J'ai en fait suggéré _hippodrome_ pour remplacer _turf_ ou _champ de course_, en tenant compte de cette définition de turf :


> [Vieux] Terrain où se tiennent les courses de chevaux.


 
Dans ce cas, je dirais l'hippodrome *de* Paris.


----------



## FanduCanadien

Parfois dans les hippodromes, par exemple à Toronto, il peut y avoir jusqu'à trois piste de course. Une piste intérieure en "gravelle" pour les couses sous harnais, une au milieu en "dirt", qui est la plus commune, et une à l'extérieur en "turf", les deux dernières pour les couses "montées".


----------



## Punky Zoé

Nicomon said:


> Dans ce cas, je dirais l'hippodrome *de* Paris.


Dans le langage courant on parle "de courses de chevaux" voire de "courses" tout court (aller aux courses).
Sinon il vaut mieux dire "il est allé à l'hippodrome *à *Paris" parce qu'il y en a plusieurs.


----------



## curmad

Thomas1 said:


> Merci pour des réponses très intéressantes et utiles !
> 
> Je pense utiliser la proposition de Xence.
> 
> Il est allé _au turf_ à Paris ; tout ce qu'il avait dans les poches, il l'a prié sur un cheval et gagné 20 000 €.
> 
> Quand je le vérifiais, j'ai tapé "allé au turf" et obtenu un résultat. Aujourd'hui, j'en ai obtenu 8 et j'ai appris que "aller au turf" est français. Qui sait, avec de tels résultats chaque jour, peut-être gagnerai-je un petit somme sur les chasses de chevaux.  Mais blagues à part, je tends néanmoins vers ta proposition "les courses de chevaux" ou "l'hippodrome" comme le suggère Nico (au moins que le clin d'oeil veuille dire : ne l'emploie pas sauf si de manière ironique ou humoristique ?).Quelle est meilleure ?
> Il est allé aux courses de chevaux à Paris...
> ou
> Il est allé à l'hippodrome à Paris...


----------



## Nicomon

Punky Zoé said:


> Dans le langage courant on parle "de courses de chevaux" voire de "courses" tout court (aller aux courses).
> Sinon il vaut mieux dire "il est allé à l'hippodrome *à *Paris" parce qu'il y en a plusieurs.


 
Salut Pounquie.   Mon erreur, alors. J'ai compris que le _turf_ était le terrain.  Par contre « _aller à l'hippodrome *à* Paris_ » (ou ailleurs) sonne drôle à mon oreille.  

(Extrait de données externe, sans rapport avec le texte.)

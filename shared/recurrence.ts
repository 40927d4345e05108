import * as rruleModule from 'rrule';
import { TZDate } from '@date-fns/tz';
import { z } from 'zod';
import './schemas/words';

// rrule ships a UMD main that Node's ESM loader exposes as a default export; Vite exposes names.
export const rrule = ((rruleModule as unknown as { RRule?: unknown }).RRule ? rruleModule : (rruleModule as unknown as { default: typeof rruleModule }).default) as typeof rruleModule;

export const WEEKDAYS = ['MO', 'TU', 'WE', 'TH', 'FR', 'SA', 'SU'] as const;

/**
 * A recurring operation, as the form builds it: occurrences start at a local wall-clock time in
 * an IANA zone, by an iCalendar (RFC 5545) recurrence rule.
 */
export const RecurrenceInput = z.object({
  /** First occurrence, local wall time 'YYYY-MM-DDTHH:mm' in `timeZone`. */
  start: z.string().regex(/^\d{4}-\d{2}-\d{2}T\d{2}:\d{2}$/, 'must be a local date and time YYYY-MM-DDTHH:mm'),
  timeZone: z.string().refine((z) => {
    try {
      new Intl.DateTimeFormat('en', { timeZone: z });
      return true;
    } catch {
      return false;
    }
  }, 'unknown time zone'),
  /** The rule's body, e.g. 'FREQ=WEEKLY;BYDAY=MO,WE,FR' (no DTSTART: `start` is it). */
  rule: z
    .string()
    .max(500)
    .refine((r) => /^FREQ=(DAILY|WEEKLY|MONTHLY|YEARLY)(;[A-Z]+=[A-Z0-9,+-]+)*$/.test(r), 'must be an RRULE like FREQ=WEEKLY;BYDAY=MO,WE,FR'),
});
export type RecurrenceInput = z.infer<typeof RecurrenceInput>;

/** The rule as one RFC 5545 text: DTSTART;TZID=...:YYYYMMDDTHHMMSS and RRULE:... */
export function recurrenceText(r: RecurrenceInput): string {
  return `DTSTART;TZID=${r.timeZone}:${r.start.replace(/[-:]/g, '')}00\nRRULE:${r.rule}`;
}

/**
 * Occurrence start times (UTC ms) in [fromMs, toMs]. The rule is expanded in local wall-clock
 * time (rrule treating dates as floating), and each local time is placed in the zone with
 * @date-fns/tz, so 06:00 stays 06:00 across a daylight-saving change (RFC 5545 3.3.5, "local time
 * with time zone reference"). A local time that does not exist (in a spring-forward gap) moves
 * forward by the gap, as @date-fns/tz resolves it.
 */
export function expandRecurrence(r: RecurrenceInput, fromMs: number, toMs: number, max = 1000): number[] {
  const [datePart, timePart] = r.start.split('T');
  const [y, mo, d] = datePart.split('-').map(Number);
  const [h, mi] = timePart.split(':').map(Number);
  const options = rrule.RRule.parseString(r.rule);
  const rule = new rrule.RRule({ ...options, dtstart: new Date(Date.UTC(y, mo - 1, d, h, mi)) });
  // Expand floating local times two days wider than the window on each side, then filter in UTC.
  const floatingFrom = new Date(fromMs - 2 * 86_400_000);
  const floatingTo = new Date(toMs + 2 * 86_400_000);
  const out: number[] = [];
  for (const f of rule.between(floatingFrom, floatingTo, true)) {
    const t = new TZDate(f.getUTCFullYear(), f.getUTCMonth(), f.getUTCDate(), f.getUTCHours(), f.getUTCMinutes(), 0, r.timeZone).getTime();
    if (t >= fromMs && t <= toMs) out.push(t);
    if (out.length >= max) break;
  }
  return out;
}
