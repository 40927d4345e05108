import { describe, expect, it } from 'vitest';
import { expandRecurrence, recurrenceText, RecurrenceInput } from '../../shared/recurrence';

const utc = (ms: number[]) => ms.map((t) => new Date(t).toISOString());

describe('recurring operations against RFC 5545 section 3.8.5.3 examples (open standard)', () => {
  it('"Daily for 10 occurrences" from 1997-09-02 09:00 America/New_York (EDT, UTC-4)', () => {
    const r = { start: '1997-09-02T09:00', timeZone: 'America/New_York', rule: 'FREQ=DAILY;COUNT=10' };
    const got = utc(expandRecurrence(r, Date.UTC(1997, 0, 1), Date.UTC(1998, 0, 1)));
    // RFC 5545: "==> (1997 9:00 AM EDT) September 2-11"
    expect(got).toEqual(Array.from({ length: 10 }, (_, i) => `1997-09-${String(2 + i).padStart(2, '0')}T13:00:00.000Z`));
  });

  it('"Weekly on Tuesday and Thursday for five weeks"', () => {
    const r = { start: '1997-09-02T09:00', timeZone: 'America/New_York', rule: 'FREQ=WEEKLY;UNTIL=19971007T000000Z;WKST=SU;BYDAY=TU,TH' };
    const got = utc(expandRecurrence(r, Date.UTC(1997, 0, 1), Date.UTC(1998, 0, 1)));
    // RFC 5545: "==> (1997 9:00 AM EDT) September 2,4,9,11,16,18,23,25,30; October 2"
    const days = ['09-02', '09-04', '09-09', '09-11', '09-16', '09-18', '09-23', '09-25', '09-30', '10-02'];
    expect(got).toEqual(days.map((d) => `1997-${d}T13:00:00.000Z`));
  });

  it('"Every other week on Monday, Wednesday, and Friday until December 24, 1997", across the change from EDT to EST', () => {
    const r = {
      start: '1997-09-01T09:00',
      timeZone: 'America/New_York',
      rule: 'FREQ=WEEKLY;INTERVAL=2;WKST=SU;UNTIL=19971224T000000Z;BYDAY=MO,WE,FR',
    };
    const got = utc(expandRecurrence(r, Date.UTC(1997, 0, 1), Date.UTC(1998, 0, 1)));
    // RFC 5545: "(1997 9:00 AM EDT) September 1,3,5,15,17,19,29; October 1,3,13,15,17
    //            (1997 9:00 AM EST) October 27,29,31; November 10,12,14,24,26,28; December 8,10,12,22"
    const edt = ['09-01', '09-03', '09-05', '09-15', '09-17', '09-19', '09-29', '10-01', '10-03', '10-13', '10-15', '10-17'];
    const est = ['10-27', '10-29', '10-31', '11-10', '11-12', '11-14', '11-24', '11-26', '11-28', '12-08', '12-10', '12-12', '12-22'];
    expect(got).toEqual([...edt.map((d) => `1997-${d}T13:00:00.000Z`), ...est.map((d) => `1997-${d}T14:00:00.000Z`)]);
  });

  it('keeps a crew change at 06:00 local across the European change to summer time (EU Directive 2000/84/EC: last Sunday of March)', () => {
    const r = { start: '2027-03-22T06:00', timeZone: 'Europe/London', rule: 'FREQ=WEEKLY;BYDAY=MO,WE,FR' };
    const got = utc(expandRecurrence(r, Date.UTC(2027, 2, 20), Date.UTC(2027, 3, 3)));
    // 28 March 2027 is the last Sunday of March: GMT (UTC+0) before, BST (UTC+1) after.
    expect(got).toEqual([
      '2027-03-22T06:00:00.000Z',
      '2027-03-24T06:00:00.000Z',
      '2027-03-26T06:00:00.000Z',
      '2027-03-29T05:00:00.000Z',
      '2027-03-31T05:00:00.000Z',
      '2027-04-02T05:00:00.000Z',
    ]);
  });

  it('writes the rule as RFC 5545 text and refuses a malformed rule', () => {
    expect(recurrenceText({ start: '2027-01-04T06:00', timeZone: 'Europe/London', rule: 'FREQ=WEEKLY;BYDAY=MO' })).toBe(
      'DTSTART;TZID=Europe/London:20270104T060000\nRRULE:FREQ=WEEKLY;BYDAY=MO',
    );
    expect(RecurrenceInput.safeParse({ start: '2027-01-04T06:00', timeZone: 'Europe/London', rule: 'EVERY MONDAY' }).success).toBe(false);
    expect(RecurrenceInput.safeParse({ start: '2027-01-04T06:00', timeZone: 'Mars/Olympus', rule: 'FREQ=DAILY' }).success).toBe(false);
  });
});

Je dirais par exemple : _il est allé aux courses (de chevaux) à l'hippodrome de xx ville. _


----------



## Punky Zoé

Nicomon said:


> Mon erreur, alors. J'ai compris que le _turf_ était le terrain.


Bonjour Nico 
À l'origine, oui, c'était un terme utilisé pour l'hippodrome (terme emprunté à l'anglais), mais je ne crois pas qu'aujourd'hui ce soit encore très utilisé. Turf recouvre plutôt les courses de chevaux ouvertes aux paris (à Paris , mais pas seulement...).

Il existe d'ailleurs un journal spécialisé très ancien qui s'appelle "Paris-Turf" et beaucoup de sites internet reprennent ce terme.


----------



## Nicomon

Merci Punky, c'est clair. 

Il se peut que je me trompe, mais à ma connaissance, "turf" ne se dit pas à Montréal dans les sens de _course de chevaux_.  Je n'aurais pas compris, hors contexte. 

Comme je l'ai mentionné plus haut, j'associe "turf" (que je prononce à l'anglaise) à pelouse/terrain de golf.


----------



## Thomas1

Nicomon said:


> [...] j'associe "turf" (que je prononce à l'anglaise) à pelouse/terrain de golf.


À vrai dire moi aussi, mais avec la signification suivante : le terrain qui appartient à quelqu'un où le domaine de l'influence d'une personne.


----------